Skywatchers enjoy surprise auroras as strongest solar storm in years hits Earth (photos)

The Northern Lights appear in the sky on March 23, 2023 in Gravenhurst, Ontario, Canada.
Magnificent polar light displays in Ontario, Canada. (Image credit: Yu Ruidong/China News Service/VCG via Getty Images)

A surprise solar storm supercharged auroras across the U.S. and Europe last night (March 23), with sightings of the colorful displays reported from as far south as New Mexico and Arizona.

The storm, classified as a severe G4 on the 5-grade scale used by the U.S. National Oceanic and Atmospheric Administration (NOAA), even forced  Rocket Lab to delay a launch of its Electron rocket for 90 minutes. Oddly, space weather forecasters didn't see the storm coming, as it was caused by a stealthy solar eruption. 

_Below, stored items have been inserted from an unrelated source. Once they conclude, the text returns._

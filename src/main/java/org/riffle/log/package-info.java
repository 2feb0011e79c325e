/**
 * Reading equipment logs into an immutable {@link org.riffle.log.Recording}: dialect, header, unit and timestamp sniffing; delimited text, gzip, WAV. Knows nothing of analysis or screens.
 */
package org.riffle.log;
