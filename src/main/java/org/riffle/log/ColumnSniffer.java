package org.riffle.log;

import java.util.ArrayList;
import java.util.List;

/**
 * Types the table found by {@link Sniffer}: is its first row a header (a name where later rows hold
 * numbers or times), is the second a units row (no number or time in any cell), which decimal mark the
 * numbers use (the mark that ends more number cells; never a comma with the comma delimiter), and, via
 * {@link TimeSniffer}, which columns carry time.
 *
 * <p>Stateless and thread-safe.
 */
final class ColumnSniffer {
    private ColumnSniffer() {
    }

    /** True for a number in either decimal mark, a date or time, or a missing-value token (incl. empty). */
    static boolean valueLike(String cell) {
        String t = cell.strip();
        // numbers first: most cells are numbers, and the date and time parsers (four tries) cost more
        return t.isEmpty() || Numbers.looksNumeric(t) || Numbers.isMissingToken(t) || timeLike(t);
    }

    /** True for a number or a date or time (not for empty cells or missing-value tokens). */
    static boolean valueProper(String cell) {
        String t = cell.strip();
        return !t.isEmpty() && !Numbers.isMissingToken(t) && (Numbers.looksNumeric(t) || timeLike(t));
    }

    static boolean timeLike(String t) {
        return t.length() >= 4 && (Stamps.parse(t, Stamps.Order.YMD) != Stamps.FAIL
                || Stamps.parse(t, Stamps.Order.DMY) != Stamps.FAIL
                || Stamps.parse(t, Stamps.Order.MDY) != Stamps.FAIL || Stamps.timeOfDay(t) != Stamps.FAIL);
    }

    static Layout type(String file, Sniffer.Rows rows, char d, boolean quoted, int skipped, List<String> preamble,
                       ReadOptions opt) throws LogException {
        List<List<String>> cells = rows.cells();
        int k = Math.max(1, Sniffer.modalWidth(cells));
        List<List<String>> probe = cells.size() >= 3 ? cells.subList(2, cells.size())
                : cells.subList(Math.min(1, cells.size()), cells.size());
        boolean[] valueColumn = valueColumns(probe, k);
        List<String> first = cells.get(0);
        boolean header = isHeader(first, valueColumn, probe.isEmpty());
        int columns = k;
        if (header) {
            columns = Math.max(k, nonEmptyWidth(first));
        }
        boolean units = false;
        if (header && cells.size() >= 2) {
            units = opt.unitsRow().orElseGet(() -> isUnitsRow(cells.get(1)));
        }
        int start = (header ? 1 : 0) + (units ? 1 : 0);
        List<List<String>> data = cells.subList(Math.min(start, cells.size()), cells.size());
        List<Long> dataLines = rows.lines().subList(Math.min(start, cells.size()), cells.size());
        long dataLine = start == 0 ? rows.lines().get(0) : rows.lines().get(start - 1) + 1;
        TimeSniffer.Choice time = TimeSniffer.choose(file, header ? first : null, data, dataLines, columns, opt);
        boolean decimalComma = opt.decimalComma().orElseGet(() -> d != ',' && decimalCommaVotes(data, time.roles()));
        if (decimalComma && d == ',') {
            throw new LogException(file, 0, 0, "a decimal comma cannot go with the comma delimiter; give --delimiter");
        }
        String[] names = new String[columns];
        String[] unitsOf = new String[columns];
        for (int j = 0; j < columns; j++) {
            String raw = header && j < first.size() ? first.get(j).strip() : "";
            Units.Split s = Units.split(raw);
            names[j] = s.name();
            unitsOf[j] = s.unit();
            if (units && j < cells.get(1).size() && !cells.get(1).get(j).isBlank()) {
                unitsOf[j] = Units.strip(cells.get(1).get(j));
            }
        }
        Units.uniqueNames(names);
        Dialect dialect = new Dialect(d, decimalComma, quoted, skipped, header, units);
        List<String> notes = new ArrayList<>(time.notes());
        return new Layout(dialect, dataLine, names, unitsOf, time.roles(), time.order(), time.scale(),
                time.absolute(), time.text(), preamble, notes);
    }

    private static boolean[] valueColumns(List<List<String>> probe, int k) {
        boolean[] out = new boolean[k];
        for (int j = 0; j < k; j++) {
            int values = 0;
            int filled = 0;
            for (List<String> row : probe) {
                if (j < row.size() && !row.get(j).isBlank()) {
                    filled++;
                    values += valueLike(row.get(j)) ? 1 : 0;
                }
            }
            out[j] = filled > 0 && values * 2 >= filled;
        }
        return out;
    }

    /** A header holds a non-value where the rows below hold values (or, alone, any non-value). */
    private static boolean isHeader(List<String> first, boolean[] valueColumn, boolean alone) {
        boolean anyValueColumn = false;
        for (int j = 0; j < valueColumn.length; j++) {
            anyValueColumn |= valueColumn[j];
            if (valueColumn[j] && j < first.size() && !valueLike(first.get(j))) {
                return true;
            }
        }
        if (alone || !anyValueColumn) {
            for (String c : first) {
                if (!valueLike(c)) {
                    return true;
                }
            }
        }
        return false;
    }

    /** A units row has no number and no time in any cell, and some cell that is not a missing token. */
    private static boolean isUnitsRow(List<String> row) {
        boolean some = false;
        for (String c : row) {
            if (valueProper(c)) {
                return false;
            }
            some |= !c.isBlank() && !Numbers.isMissingToken(c);
        }
        return some;
    }

    private static int nonEmptyWidth(List<String> row) {
        int w = row.size();
        while (w > 1 && row.get(w - 1).isBlank()) {
            w--;
        }
        return w;
    }

    /** True when more number cells end in a decimal comma than in a decimal point. */
    static boolean decimalCommaVotes(List<List<String>> data, byte[] roles) {
        int comma = 0;
        int point = 0;
        for (List<String> row : data) {
            for (int j = 0; j < row.size(); j++) {
                if (j < roles.length && roles[j] != Layout.VALUE) {
                    continue;
                }
                String c = row.get(j).strip();
                int lastComma = c.lastIndexOf(',');
                int lastPoint = c.lastIndexOf('.');
                if (lastComma > lastPoint && !Float.isNaN(Numbers.parse(c, true))) {
                    comma++;
                } else if (lastPoint > lastComma && !Float.isNaN(Numbers.parse(c, false))) {
                    point++;
                }
            }
        }
        return comma > point;
    }
}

While the most stunning polar light images came from the usual aurora haunts in Canada, northern Europe and Alaska, ingenious photographers equipped with sensitive cameras were also able to capture the mesmerizing light shows at rather unusual locations at much lower latitudes. 

Related: Where to see the northern lights: 2023 aurora borealis guide

Photographer Lauren Thompson took to Twitter to share a series of surprise snaps taken during a night of aurora chasing in New Mexico. 

"I can’t believe we are seeing this in New Mexico! Currently somewhere between Pecos and Las Vegas!" she said in one tweet

Thompson wasn't alone in this southern state to report aurora sightings. Award-winning storm chaser and weather photographer Tim Baca shared his own shot of a fiery wall of red glow emerging above the horizon. 

"Central New Mexico Northern lights right now!," he said in the tweet.

Photographers in Arizona, North Carolina and Oklahoma also captured aurora displays, and so did many across the northern states.

"Best night of my life. Near Watertown, South Dakota," tweeted Alex Resel.

Auroras are triggered by interactions between charged particles streaming from the sun in the form of solar wind and molecules in Earth's atmosphere. Because the planet's magnetic field lines funnel the solar particles toward the poles, most aurora displays are only visible at very high latitudes. However, when powerful bursts of solar wind hit the planet at once, such as those released during expulsions of plasma known as coronal mass ejections, auroras can spill over significantly in the direction of the equator. During the most intense solar storms in recorded history, for example, aurora sightings were reported as far south as the Bahamas.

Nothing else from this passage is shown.